Supplied records:
━━━━━━━━━━━━━━━━
//! The certificates of a bench, as files in a folder beside the bench file.
//!
//! One file a certificate, named after its identity, written once and never altered; the results
//! of a verification are put beside the certificate that was verified. A file that is no
//! certificate, or was altered, is told and never used.
//!
//! What it deliberately does not do: take a certificate into use. The bench file says which one
//! holds, and that is for a person to change.

use std::fs::{self, File, OpenOptions};
use std::io::{self, Write as _};
use std::path::{Path, PathBuf};

use serde::Serialize;
use serde::de::DeserializeOwned;
use sink::calibration::{Certificate, Identity, drift};

use crate::view::{CertificateList, CertificateSummary, VerificationView};

/// The folder beside the bench file.
const FOLDER: &str = "certificates";
/// How the name of a certificate's file ends.
const ENDING: &str = ".json";
/// What stands between a certificate's identity and the run that verified it.
const VERIFICATION: &str = ".verification.";

/// The certificates beside a bench file.
#[derive(Debug, Clone)]
pub struct Certificates {
    folder: PathBuf,
}

/// Why a certificate cannot be had or kept.
#[derive(Debug, thiserror::Error)]
pub enum CertificatesError {
    /// None of this identity.
    #[error("no certificate `{identity}` in {}; see what there is with `sinkwarden certificates`", folder.display())]
    Missing {
        /// Which was wanted.
        identity: String,
        /// Where.
        folder: PathBuf,
    },
    /// There is one already, and certificates are never overwritten.
    #[error(
        "there is a certificate `{0}` already, and none is ever overwritten; choose another identity"
    )]
    Exists(String),
    /// A name that is none.
    #[error(transparent)]
    Identity(#[from] sink::calibration::StatementError),
    /// A file that is no sound certificate.
    #[error("{}: {reason}", path.display())]
    Unsound {
        /// The file.
        path: PathBuf,
        /// Why.
        reason: String,
    },
    /// What the disk says.
    #[error("{}: {source}", path.display())]
    Disk {
        /// The file or folder.
        path: PathBuf,
        /// What the operating system says.
        source: io::Error,
    },
}

impl Certificates {
    /// Those beside a bench file.
    pub fn beside(bench: &Path) -> Self {
        Self {
            folder: bench.parent().unwrap_or(Path::new("")).join(FOLDER),
        }
    }

    /// How the bench file names a certificate.
    pub fn entry(identity: &str) -> String {
        format!("{FOLDER}/{identity}{ENDING}")
    }

    /// Where a certificate is, or would be.
    pub fn path(&self, identity: &str) -> PathBuf {
        self.folder.join(format!("{identity}{ENDING}"))
    }

    /// Whether an identity is a plain name that no certificate has yet.
    ///
    /// # Errors
    /// [`CertificatesError::Identity`], [`CertificatesError::Exists`].
    pub fn is_free(&self, identity: &str) -> Result<(), CertificatesError> {
        Identity::check(identity)?;
        if self.path(identity).exists() {
            return Err(CertificatesError::Exists(identity.to_owned()));
        }
        Ok(())
    }

    /// One certificate, computed again from its own points.
    ///
    /// # Errors
    /// [`CertificatesError`] with the file.
    pub fn load(&self, identity: &str) -> Result<Certificate, CertificatesError> {
        Identity::check(identity)?;
        let path = self.path(identity);
        let text = fs::read_to_string(&path).map_err(|source| {
            if source.kind() == io::ErrorKind::NotFound {
                return CertificatesError::Missing {
                    identity: identity.to_owned(),
                    folder: self.folder.clone(),
                };
            }
            CertificatesError::Disk {
                path: path.clone(),
                source,
            }
        })?;
        Certificate::from_json(&text).map_err(|error| CertificatesError::Unsound {
            path,
            reason: error.to_string(),
        })
    }

    /// Puts a new certificate on stable storage; its file's path.
    ///
    /// # Errors
    /// [`CertificatesError`] if there is one of its identity, or the disk refuses.
    pub fn keep(&self, certificate: &Certificate) -> Result<PathBuf, CertificatesError> {
        let identity = &certificate.measurements.identity;
        self.is_free(identity)?;
        let path = self.path(identity);
        self.write(&path, certificate)?;
        Ok(path)
    }

    /// Puts the result of a verification beside its certificate; `run` names it.
    ///
    /// # Errors
    /// [`CertificatesError`] if the disk refuses.
    pub fn keep_verification(
        &self,
        verification: &VerificationView,
        run: &str,
    ) -> Result<PathBuf, CertificatesError> {
        let identity = &verification.certificate;
        let name = format!("{identity}{VERIFICATION}{run}{ENDING}");
        let path = self.folder.join(name);
        self.write(&path, verification)?;
        Ok(path)
    }

    /// Written whole under another name first: a power cut leaves no half of one.
    fn write(&self, path: &Path, what: &impl Serialize) -> Result<(), CertificatesError> {
        let disk = |source| CertificatesError::Disk {
            path: path.to_path_buf(),
            source,
        };
        let mut text = serde_json::to_vec_pretty(what).map_err(|error| disk(error.into()))?;
        text.push(b'\n');
        fs::create_dir_all(&self.folder).map_err(disk)?;
        let part = path.with_extension("part");
        let mut file = OpenOptions::new()
            .write(true)
            .create(true)
            .truncate(true)
            .open(&part)
            .map_err(disk)?;
        file.write_all(&text).map_err(disk)?;
        file.sync_all().map_err(disk)?;
        fs::rename(&part, path).map_err(disk)?;
        #[cfg(unix)]
        File::open(&self.folder)
            .and_then(|folder| folder.sync_all())
            .map_err(disk)?;
        Ok(())
    }

    /// Every certificate, by sink and date, each with what has changed since the one before of
    /// the same sink, and with what is wrong in the folder.
    ///
    /// # Errors
    /// [`CertificatesError::Disk`] if the folder cannot be read; one that is not there is empty.
    pub fn list(
        &self,
        sink: Option<&str>,
        at_unix_s: i64,
    ) -> Result<CertificateList, CertificatesError> {
        let mut found = Vec::new();
        let mut verifications: Vec<VerificationView> = Vec::new();
        let mut troubles = Vec::new();
        for name in self.names()? {
            if name.contains(VERIFICATION) {
                match self.read(&name) {
                    Ok(verification) => verifications.push(verification),
                    Err(trouble) => troubles.push(trouble.to_string()),
                }
                continue;
            }
            match self.load(name.trim_end_matches(ENDING)) {
                Ok(certificate) => found.push(certificate),
                Err(trouble) => troubles.push(trouble.to_string()),
            }
        }
        found.retain(|one| sink.is_none_or(|sink| one.measurements.sink == sink));
        found.sort_by(|one, other| {
            let key = |certificate: &Certificate| {
                let of = &certificate.measurements;
                (of.sink.clone(), of.issued_unix_s, of.identity.clone())
            };
            key(one).cmp(&key(other))
        });
        let mut before: Option<&Certificate> = None;
        let mut certificates = Vec::new();
        for certificate in &found {
            let same =
                |before: &&Certificate| before.measurements.sink == certificate.measurements.sink;
            let drifts = before
                .filter(same)
                .map(|before| drift(before, certificate))
                .transpose()
                .unwrap_or_else(|error| {
                    troubles.push(error.to_string());
                    None
                });
            let identity = &certificate.measurements.identity;
            let verified = verifications
                .iter()
                .filter(|one| one.certificate == *identity)
                .cloned();
            let mut summary = CertificateSummary::new(certificate, at_unix_s);
            summary.drift = drifts.unwrap_or_default();
            summary.verifications = verified.collect();
            certificates.push(summary);
            before = Some(certificate);
        }
        Ok(CertificateList {
            certificates,
            troubles,
        })
    }

    fn read<T: DeserializeOwned>(&self, name: &str) -> Result<T, CertificatesError> {
        let path = self.folder.join(name);
        let bytes = fs::read(&path).map_err(|source| CertificatesError::Disk {
            path: path.clone(),
            source,
        })?;
        serde_json::from_slice(&bytes).map_err(|error| CertificatesError::Unsound {
            path,
            reason: error.to_string(),
        })
    }

    fn names(&self) -> Result<Vec<String>, CertificatesError> {
        let disk = |source| CertificatesError::Disk {
            path: self.folder.clone(),
            source,
        };
        let entries = match fs::read_dir(&self.folder) {
            Ok(entries) => entries,
            Err(error) if error.kind() == io::ErrorKind::NotFound => return Ok(Vec::new()),
            Err(error) => return Err(disk(error)),
        };
        let mut names = Vec::new();
        for entry in entries {
            let name = entry.map_err(disk)?.file_name();
            if let Some(name) = name.to_str().filter(|name| name.ends_with(ENDING)) {
                names.push(name.to_owned());
            }
        }
        names.sort_unstable();
        Ok(names)
    }
}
━━━━━━━━━━━━━━━━
What the task asks:
Looking at the entries above, say how many lines contain the word "kind". Nothing but the number is needed.

Result:
2